Upon switching to the thrombectomy project, we contacted Dr. Froehler and set up an initial meeting. At the first meeting, we overviewed the project and set up a weekly meeting time (8 am Wednesday morning). At the weekly meetings, we have been discussing how to create a model that accurately mimics the pressures inside of the cranial cavity and allows us to fine-tune these pressures with pumps and pressure gauges.

This model will allow us to assess our ability to increase the efficacy of direct aspiration thrombectomy by adjusting the pressures inside of the cranial cavity. We have hypothesized that increasing the intracranial pressure (ICP) will increase the efficacy of aspiration thrombectomy due to two different phenomena. First, an increase in pressure at the location of the clot will allow us to maximize our vacuum pressure, and in turn, maximize the suction force at the tip of the catheter. Secondly, we theorized that decreasing the pressure gradient across the clot will allow the clot to be dislodged easier.

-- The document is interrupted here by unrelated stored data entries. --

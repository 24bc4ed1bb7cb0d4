using GeoCulvert.Design.Basis;
using GeoCulvert.Design.Sizing;
using NetTopologySuite.Geometries;

namespace GeoCulvert.Design.Study;

/// <summary>What became of a crossing; the words are those of the results.</summary>
public static class CrossingStatus
{
    /// <summary>A culvert of the catalogue meets every criterion.</summary>
    public const string Sized = "sized";

    /// <summary>An existing culvert was rated; whether it meets the criteria is said with it.</summary>
    public const string Rated = "rated";

    /// <summary>No culvert of the catalogue meets every criterion.</summary>
    public const string NoSizeFits = "no size fits";

    /// <summary>Something needed is missing; the findings say what.</summary>
    public const string NotComputed = "not computed";
}

/// <summary>The land above a crossing as results carry it; SI.</summary>
public sealed record WatershedResult
{
    /// <summary>Total watershed outline.</summary>
    public required Geometry Outline { get; init; }

    /// <summary>Local watershed outline: what drains here without passing another crossing.</summary>
    public required Geometry LocalOutline { get; init; }

    /// <summary>All that is known of the total watershed.</summary>
    public required LandFigures Total { get; init; }

    /// <summary>All that is known of the local watershed.</summary>
    public required LandFigures Local { get; init; }

    /// <summary>Total area, the true area of its cells, m2.</summary>
    public required double AreaM2 { get; init; }

    /// <summary>Local area, m2.</summary>
    public required double LocalAreaM2 { get; init; }

    /// <summary>Perimeter of the total outline along cell edges, m.</summary>
    public required double PerimeterM { get; init; }

    /// <summary>Centroid of the total watershed.</summary>
    public required Coordinate Centroid { get; init; }

    /// <summary>Share of the boundary on the edge of the terrain or on nodata, 0-1.</summary>
    public required double EdgeContactShare { get; init; }

    /// <summary>Mean ground slope, m/m.</summary>
    public required double MeanSlopeMPerM { get; init; }

    /// <summary>Mean elevation, m.</summary>
    public required double MeanElevationM { get; init; }

    /// <summary>Highest less lowest elevation, m.</summary>
    public required double ReliefM { get; init; }

    /// <summary>Longest flow path from the divide to the crossing; null for a watershed of one cell.</summary>
    public LineString? FlowPath { get; init; }

    /// <summary>Its length, m.</summary>
    public required double FlowPathLengthM { get; init; }

    /// <summary>Its slope between 10 % and 85 % of the length, m/m; null when it cannot be measured.</summary>
    public double? FlowPathSlope1085MPerM { get; init; }

    /// <summary>Its slope from end to end, m/m.</summary>
    public double? FlowPathEndToEndSlopeMPerM { get; init; }

    /// <summary>Profile from the divide down: distance and elevation, m.</summary>
    public IReadOnlyList<(double DistanceM, double ElevationM)> FlowPathProfile { get; init; } = [];

    /// <summary>The crossing next downstream, or null.</summary>
    public string? DownstreamCrossingId { get; init; }
}

/// <summary>The culvert that was chosen, as results carry it; SI.</summary>
public sealed record CulvertResult
{
    /// <summary>One line, as on a drawing.</summary>
    public required string Description { get; init; }

    /// <summary>circle or box.</summary>
    public required string Shape { get; init; }

    /// <summary>Span, m.</summary>
    public required double SpanM { get; init; }

    /// <summary>Rise, m.</summary>
    public required double RiseM { get; init; }

    /// <summary>Barrels.</summary>
    public required int Barrels { get; init; }

    /// <summary>Total barrel area, m2.</summary>
    public required double BarrelAreaM2 { get; init; }

    /// <summary>Inlet type.</summary>
    public required string Inlet { get; init; }

    /// <summary>Control at the design flood: inlet or outlet.</summary>
    public required string Control { get; init; }

    /// <summary>Headwater depth above the inlet invert at the design flood, m.</summary>
    public required double HeadwaterDepthM { get; init; }

    /// <summary>Headwater elevation at the design flood, m.</summary>
    public required double HeadwaterElevationM { get; init; }

    /// <summary>Headwater depth over rise at the design flood.</summary>
    public required double HeadwaterOverRise { get; init; }

    /// <summary>Outlet velocity at the design flood, m/s.</summary>
    public required double OutletVelocityMPerS { get; init; }

    /// <summary>Headwater elevation at the check flood, m.</summary>
    public required double CheckHeadwaterElevationM { get; init; }

    /// <summary>Flow over the road at the check flood, m3/s.</summary>
    public required double CheckRoadFlowM3PerS { get; init; }

    /// <summary>Return period at which the road is first overtopped, years; null when not within those asked for.</summary>
    public double? OvertoppingReturnPeriodYr { get; init; }

    /// <summary>Installed cost in the currency of the prices; null without prices.</summary>
    public double? Cost { get; init; }
}

/// <summary>Where the barrel lies, as results carry it; SI.</summary>
/// <param name="Line">Inlet to outlet in plan.</param>
/// <param name="LengthM">Barrel length, m.</param>
/// <param name="InletElevationM">Inlet invert, m.</param>
/// <param name="OutletElevationM">Outlet invert, m.</param>
/// <param name="SkewDeg">Angle between the barrel and the perpendicular to the road, degrees.</param>
/// <param name="RoadElevationM">Lowest road level near the crossing, m.</param>
/// <param name="FillHeightM">Road level above the bed, m.</param>
public sealed record BarrelLineResult(
    LineString? Line, double LengthM, double InletElevationM, double OutletElevationM, double SkewDeg, double RoadElevationM, double FillHeightM);

/// <summary>A crossing with all that was found out about it, in SI; null parts were not computed.</summary>
public sealed record CrossingResult
{
    /// <summary>Crossing id.</summary>
    public required string CrossingId { get; init; }

    /// <summary>Road name; "" for a given point without a road.</summary>
    public required string Road { get; init; }

    /// <summary>Station along the road, m; null without a road.</summary>
    public double? StationM { get; init; }

    /// <summary>Whether it was given as a point.</summary>
    public bool IsGiven { get; init; }

    /// <summary>How it was found: stream, given point, opened embankment, low point of the road, ditch relief.</summary>
    public string FoundBy { get; init; } = "";

    /// <summary>Other roads over the same culvert; empty for none.</summary>
    public string AlsoUnder { get; init; } = "";

    /// <summary>How the existing culvert stands; null without one.</summary>
    public ExistingAssessment? Existing { get; init; }

    /// <summary>Where it is.</summary>
    public required Point Location { get; init; }

    /// <summary>One of <see cref="CrossingStatus"/>.</summary>
    public required string Status { get; init; }

    /// <summary>Design flood, years.</summary>
    public required double DesignReturnPeriodYr { get; init; }

    /// <summary>Check flood, years.</summary>
    public required double CheckReturnPeriodYr { get; init; }

    /// <summary>The land above it.</summary>
    public required WatershedResult Watershed { get; init; }

    /// <summary>Its flows, or null.</summary>
    public FlowResult? Flow { get; init; }

    /// <summary>Where the barrel lies, or null.</summary>
    public BarrelLineResult? Barrel { get; init; }

    /// <summary>The chosen culvert, or null.</summary>
    public CulvertResult? Culvert { get; init; }

    /// <summary>The lowest of all limits on the design headwater, m; null when nothing was asked of the search.</summary>
    public double? HeadwaterLimitElevationM { get; init; }

    /// <summary>Options in the order of the search: the chosen first.</summary>
    public IReadOnlyList<SheetOption> Options { get; init; } = [];

    /// <summary>Headwater rating of the chosen culvert.</summary>
    public IReadOnlyList<SheetRatingPoint> Rating { get; init; } = [];

    /// <summary>The sheet that prints it.</summary>
    public required CrossingSheet Sheet { get; init; }

    /// <summary>Findings on it, errors first.</summary>
    public IReadOnlyList<Finding> Findings { get; init; } = [];
}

In order to quantitatively characterize these hypotheses, we have formulated an initial plan for a simple model, with plans to iteratively improve the model to increase the accuracy of our model. Our first design consists of a 1.5 liter Nalgene water bottle (representing the cranial cavity) with silicone tubing flowing through the water bottle and representing the vasculature inside the skull. The intracranial pressure will be adjusted by changing the volume of water inside a closed plastic bag within the model with a syringe. The intracranial pressure and pressure in the vessels on either side of the clot will be measured with pressure gauges.

We have submitted our orders for parts, but have not received the parts yet. We submitted an order for rubber gaskets, two types of silicone tubing, and the water bottle. Once we receive these parts, we will put together our first prototype with which we can improve upon throughout the course of the year.

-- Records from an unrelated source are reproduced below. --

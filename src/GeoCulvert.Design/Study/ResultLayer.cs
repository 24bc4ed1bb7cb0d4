using GeoCulvert.Design.Basis;
using NetTopologySuite.Geometries;

namespace GeoCulvert.Design.Study;

/// <summary>What kind of geometry the rows of a layer carry.</summary>
public enum LayerGeometry
{
    /// <summary>A plain table.</summary>
    None,

    /// <summary>Points.</summary>
    Point,

    /// <summary>Lines.</summary>
    Line,

    /// <summary>Polygons or multi-polygons.</summary>
    Polygon,
}

/// <summary>Type of the values in a field.</summary>
public enum FieldType
{
    /// <summary><see cref="string"/>.</summary>
    Text,

    /// <summary><see cref="long"/>.</summary>
    Integer,

    /// <summary><see cref="double"/>.</summary>
    Real,

    /// <summary><see cref="bool"/>.</summary>
    Boolean,
}

/// <summary>A field of a result layer, named with its unit suffix in the chosen system.</summary>
/// <param name="Name">snake_case name with unit suffix, as written to files.</param>
/// <param name="Type">Type of the values.</param>
/// <param name="Title">Short heading for people, without unit.</param>
/// <param name="Description">One sentence on what the value is.</param>
/// <param name="Unit">Unit symbol, "" when it has none.</param>
public sealed record ResultField(string Name, FieldType Type, string Title, string Description, string Unit);

/// <summary>A row: geometry (null in plain tables) and one value per field (null, string, long, double or bool).</summary>
public sealed record ResultRow(Geometry? Geometry, IReadOnlyList<object?> Values);

/// <summary>One layer or table of the results, already in the output system of units; writers need nothing else.</summary>
/// <param name="Name">Layer name, as in <c>results.gpkg</c>.</param>
/// <param name="Title">Heading for people.</param>
/// <param name="Description">What a row is.</param>
/// <param name="Geometry">Kind of geometry.</param>
/// <param name="Fields">Fields in order.</param>
/// <param name="Rows">Rows in order.</param>
public sealed record ResultLayer(
    string Name,
    string Title,
    string Description,
    LayerGeometry Geometry,
    IReadOnlyList<ResultField> Fields,
    IReadOnlyList<ResultRow> Rows);

/// <summary>A column of a layer that is being defined: what it is called, what it measures and how a row gets its value in SI.</summary>
/// <typeparam name="T">Type of the object a row is made from.</typeparam>
/// <param name="Name">snake_case name without unit suffix.</param>
/// <param name="Kind">What it measures.</param>
/// <param name="Type">Type of the values.</param>
/// <param name="Title">Short heading.</param>
/// <param name="Description">One sentence.</param>
/// <param name="Value">The value of a row: null, string, long, bool, or a double in SI.</param>
public sealed record LayerColumn<T>(
    string Name, QuantityKind Kind, FieldType Type, string Title, string Description, Func<T, object?> Value)
{
    /// <summary>The field in a system of units.</summary>
    public ResultField Field(UnitSystem units) =>
        new(Name + DisplayUnits.FieldSuffix(Kind, units), Type, Title, Description, DisplayUnits.Symbol(Kind, units));

    /// <summary>The value of a row in a system of units; numbers that are not finite become null.</summary>
    public object? ValueIn(T row, UnitSystem units) => Value(row) switch
    {
        double d when !double.IsFinite(d) => null,
        double d => DisplayUnits.FromSi(d, Kind, units),
        int i => (long)i,
        var other => other,
    };
}

/// <summary>The definition of a layer, from which its rows, its documentation and its field descriptions all come.</summary>
/// <typeparam name="T">Type of the object a row is made from.</typeparam>
/// <param name="Name">Layer name.</param>
/// <param name="Title">Heading for people.</param>
/// <param name="Description">What a row is.</param>
/// <param name="Geometry">Kind of geometry.</param>
/// <param name="Shape">Geometry of a row, or null.</param>
/// <param name="Columns">Columns in order.</param>
public sealed record LayerDefinition<T>(
    string Name,
    string Title,
    string Description,
    LayerGeometry Geometry,
    Func<T, Geometry?> Shape,
    IReadOnlyList<LayerColumn<T>> Columns)
{
    /// <summary>Makes the layer from its objects.</summary>
    public ResultLayer Build(IEnumerable<T> items, UnitSystem units) => new(
        Name,
        Title,
        Description,
        Geometry,
        [.. Columns.Select(c => c.Field(units))],
        [.. items.Select(i => new ResultRow(Shape(i), [.. Columns.Select(c => c.ValueIn(i, units))]))]);
}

We have additionally received confirmation from a biomedical device company that we may use their silicone flow model with accurate dimensions of the cranial vasculature and that they will additionally loan us a pump to push fluid through this model. We have begun planning how to create a second prototype with a container that will accommodate the shape of this flow model.

As part of the senior design seminar, we have completed weekly assignments relating our project to the guest speaker presentations.

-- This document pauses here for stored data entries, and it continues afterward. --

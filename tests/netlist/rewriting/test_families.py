"""A leaf and the copies earlier runs made of it, as text before and after a further run."""

from __future__ import annotations

from pathlib import Path
from typing import TYPE_CHECKING

import pytest

from evenstage.netlist.reading.read import read_bytes
from evenstage.netlist.rewriting.families import Family, find_families
from evenstage.netlist.rewriting.widths import plan_widths
from support.sized import assert_reads_back, planned, rewritten, sized, wish_list

if TYPE_CHECKING:
    from collections.abc import Collection, Mapping

INVERTER = b"""\
.subckt inv a y vdd vss
mn y a vss vss nch w=0.6u l=60n
mp y a vdd vdd pch w=1.2u l=60n
.ends inv
"""


def leaf(name: bytes, scale: int, callers: bytes, parent: bytes = b"inv") -> bytes:
    """Return a copy of the inverter as a run writes it."""
    note = b"* evenstage: %b -> %b: called by %b\n.subckt %b a y vdd vss\n"
    cards = (
        b"* evenstage: w 0.6u -> %b: reason\nmn y a vss vss nch w=%b l=60n\n"
        b"* evenstage: w 1.2u -> %b: reason\nmp y a vdd vdd pch w=%b l=60n\n.ends %b\n"
    )
    wn, wp = (b"%.1fu" % (w * scale) for w in (0.6, 1.2))
    return note % (parent, name, callers, name) + cards % (wn, wn, wp, wp, name)


CALLS = b"x1 a b vdd vss inv\nx2 b c vdd vss inv_s1\nx3 c d vdd vss inv_s1\n"
LEAVES = {"inv", "inv_s1", "inv_s2", "inv_s3"}


def after(
    before: bytes,
    factors: Mapping[str, float],
    *,
    leaves: Collection[str] = LEAVES,
    copies: int = 4,
) -> str:
    """Return the rewritten text, which must read back with the widths said to be written."""
    handles = sized(before, leaves=leaves, copies=copies)
    plan = planned(handles, factors)
    assert plan.refused == ()
    assert_reads_back(handles, plan)
    return rewritten(handles, plan).decode("latin-1")


def moved(old: bytes, new: bytes, *widths: tuple[bytes, bytes]) -> bytes:
    """Return the comment above a card that calls another definition now."""
    (n0, n1), (p0, p1) = widths
    return b"* evenstage: %b -> %b (mn w %b -> %b, mp w %b -> %b): reason\n" % (
        *(old, new),
        *(n0, n1, p0, p1),
    )


class TestFinding:
    def test_a_copy_is_known_by_its_name_and_the_comment_above(self) -> None:
        text = INVERTER + leaf(b"inv_s1", 3, b"x2") + leaf(b"inv_s2", 2, b"x3", b"inv_s1")
        netlist = read_bytes(b"t\n" + text, "a.sp", Path("/design"))
        family = Family("inv", ("inv_s1", "inv_s2"))
        assert find_families(netlist) == dict.fromkeys(["inv", "inv_s1", "inv_s2"], family)

    def test_a_copy_of_a_copy_that_is_gone_is_the_leafs(self) -> None:
        text = INVERTER + leaf(b"inv_s2", 2, b"x3", b"inv_s1")
        netlist = read_bytes(b"t\n" + text, "a.sp", Path("/design"))
        assert find_families(netlist)["inv_s2"] == Family("inv", ("inv_s2",))

    @pytest.mark.parametrize(
        "text",
        [
            INVERTER + INVERTER.replace(b"inv", b"inv_s1"),
            INVERTER + leaf(b"inv_fast", 2, b"x2"),
            INVERTER.replace(b"inv", b"nand") + leaf(b"inv_s1", 2, b"x2"),
            INVERTER + leaf(b"inv_s1", 2, b"x2").replace(b".subckt", b"* mine\n.subckt"),
            leaf(b"inv_s1", 2, b"x2", b"inv_s2") + leaf(b"inv_s2", 2, b"x2", b"inv_s1"),
            leaf(b"inv_s2", 2, b"x2", b"inv_s1"),
            leaf(b"inv_s1", 2, b"x2", b"inv_s1"),
        ],
    )
    def test_anything_else_is_no_copy(self, text: bytes) -> None:
        assert find_families(read_bytes(b"* t\n" + text, "a.sp", Path("/design"))) == {}


class TestCopiesOfEarlierRuns:
    def test_all_callers_of_a_copy_change_it_where_it_stands(self) -> None:
        before = b"t\n" + INVERTER + leaf(b"inv_s1", 2, b"x2, x3") + CALLS
        changed = (
            before.replace(b"w=1.2u l=60n\n* ev", b"w=1.8u l=60n\n* ev")
            .replace(b"w=2.4u", b"w=3.6u")
            .replace(b"w 0.6u -> 1.2u", b"w 1.2u -> 1.8u")
            .replace(b"w 1.2u -> 2.4u", b"w 2.4u -> 3.6u")
        )
        assert after(before, {"x2": 1.5, "x3": 1.5}) == changed.decode()

    def test_one_caller_leaves_for_a_copy_of_the_copy(self) -> None:
        before = b"t\n" + INVERTER + leaf(b"inv_s1", 2, b"x2, x3")
        further = (
            leaf(b"inv_s2", 6, b"x3", b"inv_s1")
            .replace(b"w 0.6u", b"w 1.2u", 1)
            .replace(b"w 1.2u -> 7.2u", b"w 2.4u -> 7.2u")
        )
        note = moved(b"inv_s1", b"inv_s2", (b"1.2u", b"3.6u"), (b"2.4u", b"7.2u"))
        calls = CALLS.replace(b"x3 c d vdd vss inv_s1", note + b"x3 c d vdd vss inv_s2")
        assert after(before + CALLS, {"x3": 3}) == (before + further + calls).decode()

    def test_a_caller_moves_to_a_copy_that_is_there(self) -> None:
        before = b"t\n" + INVERTER + leaf(b"inv_s1", 2, b"x2, x3") + CALLS
        note = moved(b"inv", b"inv_s1", (b"0.6u", b"1.2u"), (b"1.2u", b"2.4u"))
        changed = before.replace(b"by x2, x3", b"by x1, x2, x3").replace(
            b"x1 a b vdd vss inv\n", note + b"x1 a b vdd vss inv_s1\n"
        )
        assert after(before, {"x1": 2}) == changed.decode()

    def test_a_copy_nobody_calls_any_more_goes(self) -> None:
        copy = leaf(b"inv_s1", 2, b"x2, x3")
        before = b"t\n" + INVERTER + copy + leaf(b"inv_s2", 3, b"x4") + CALLS
        before += b"x4 d e vdd vss inv_s2\n"
        note = moved(b"inv_s1", b"inv_s2", (b"1.2u", b"1.8u"), (b"2.4u", b"3.6u"))
        changed = before.replace(copy, b"").replace(b"by x4", b"by x2, x3, x4")
        for call in (b"x2 b c vdd vss inv_s", b"x3 c d vdd vss inv_s"):
            changed = changed.replace(call + b"1", note + call + b"2")
        assert after(before, {"x2": 1.5, "x3": 1.5}) == changed.decode()

    def test_callers_go_home_to_the_leaf(self) -> None:
        copy = leaf(b"inv_s1", 2, b"x2, x3")
        before = b"t\n" + INVERTER + copy + CALLS
        note = moved(b"inv_s1", b"inv", (b"1.2u", b"0.6u"), (b"2.4u", b"1.2u"))
        changed = before.replace(copy, b"")
        for call in (b"x2 b c vdd vss inv", b"x3 c d vdd vss inv"):
            changed = changed.replace(call + b"_s1", note + call)
        assert after(before, {"x2": 0.5, "x3": 0.5}) == changed.decode()

    def test_equal_wishes_of_different_members_share_a_copy(self) -> None:
        before = b"t\n" + INVERTER + leaf(b"inv_s1", 2, b"x2, x3") + CALLS
        before += b"x4 d e vdd vss inv\n"
        text = after(before, {"x1": 6, "x2": 3})
        calls = [line.split()[-1] for line in text.splitlines() if line.startswith("x")]
        assert calls == ["inv_s2", "inv_s2", "inv_s1", "inv"]
        assert text.count(".subckt") == 3
        assert "inv -> inv_s2: called by x1, x2" in text

    def test_spelling_and_layout_make_no_difference(self) -> None:
        copy = leaf(b"inv_s1", 2, b"x2, x3").replace(b" l=60n", b"   L=60n $ note")
        before = b"t\n" + INVERTER + copy + CALLS
        text = after(before, {"x2": 0.5, "x3": 0.5})
        assert ".subckt inv_s1" not in text

    def test_without_wishes_even_an_unused_copy_stays(self) -> None:
        handles = sized(b"t\n" + INVERTER + leaf(b"inv_s1", 2, b"x9") + CALLS, leaves=LEAVES)
        assert planned(handles, {}).edits == ()

    def test_no_more_copies_than_allowed_in_all(self) -> None:
        before = b"t\n" + INVERTER + leaf(b"inv_s1", 2, b"x2, x3") + CALLS
        handles = sized(before, leaves=LEAVES, copies=1)
        wishes = wish_list(handles, {"x3": 3})
        with pytest.raises(ValueError, match="2 copies of inv, 1 allowed"):
            plan_widths(handles, wishes)

    def test_again_nothing_changes(self) -> None:
        before = b"t\n" + INVERTER + leaf(b"inv_s1", 2, b"x2, x3") + CALLS
        once = after(before, {"x1": 2, "x3": 3})
        assert after(once.encode(), {}) == once

    def test_a_default_of_a_copy_changes_below_the_comment_that_tells_it(self) -> None:
        parts = leaf(b"inv_s1", 2, b"x2, x3")
        parts = parts.replace(b"vdd vss\n", b"vdd vss wp=2.4u\n").replace(b"w=2.4u", b"w=wp")
        original = INVERTER.replace(b"vdd vss\n", b"vdd vss wp=1.2u\n").replace(b"w=1.2u", b"w=wp")
        before = b"t\n" + original + parts + CALLS
        text = after(before, {"x2": 2, "x3": 2})
        assert (
            "* evenstage: inv -> inv_s1: called by x2, x3\n"
            "* evenstage: wp 2.4u -> 4.8u: reason\n"
            ".subckt inv_s1 a y vdd vss wp=4.8u\n"
        ) in text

  • Created a plan for Intellectual Property Rights (Dr. Philip Swaney)
    • As a team, we learned about intellectual property rights that we will own regarding our project as well as which rights are the property of either our mentor or Vanderbilt University. Our plan included potential factors that would be worth copyrighting or patenting and how we could use the CTTC to formally protect the rights and possibly market the intellectual property after the Capstone presentation.
  • Found ways to maximize Sustainability (Dr. Ralph Bruce)
    • After learning about ways to maximize sustainability, our team brainstormed several ways in which our model could be best created without causing damage to the environment. Features included using non-toxic fluids for simulations, reusable materials, and ways to improve the longevity of the model overall.
  • Assessed personality traits of team members and how to maximize each of our strengths (Dr. David Owens and Dr. Ben Jordan)
    • We each took the DISC Personality test and the Radical/Adaptive Innovator test to determine relevant personality traits to our project. We then analyzed personality traits such as our relative dominance and compliance and used the fact that we have two radical innovators, one adaptive innovator, and one balanced innovator in our design team to see where we can use the most guidance from Dr. Froehler and outside mentors.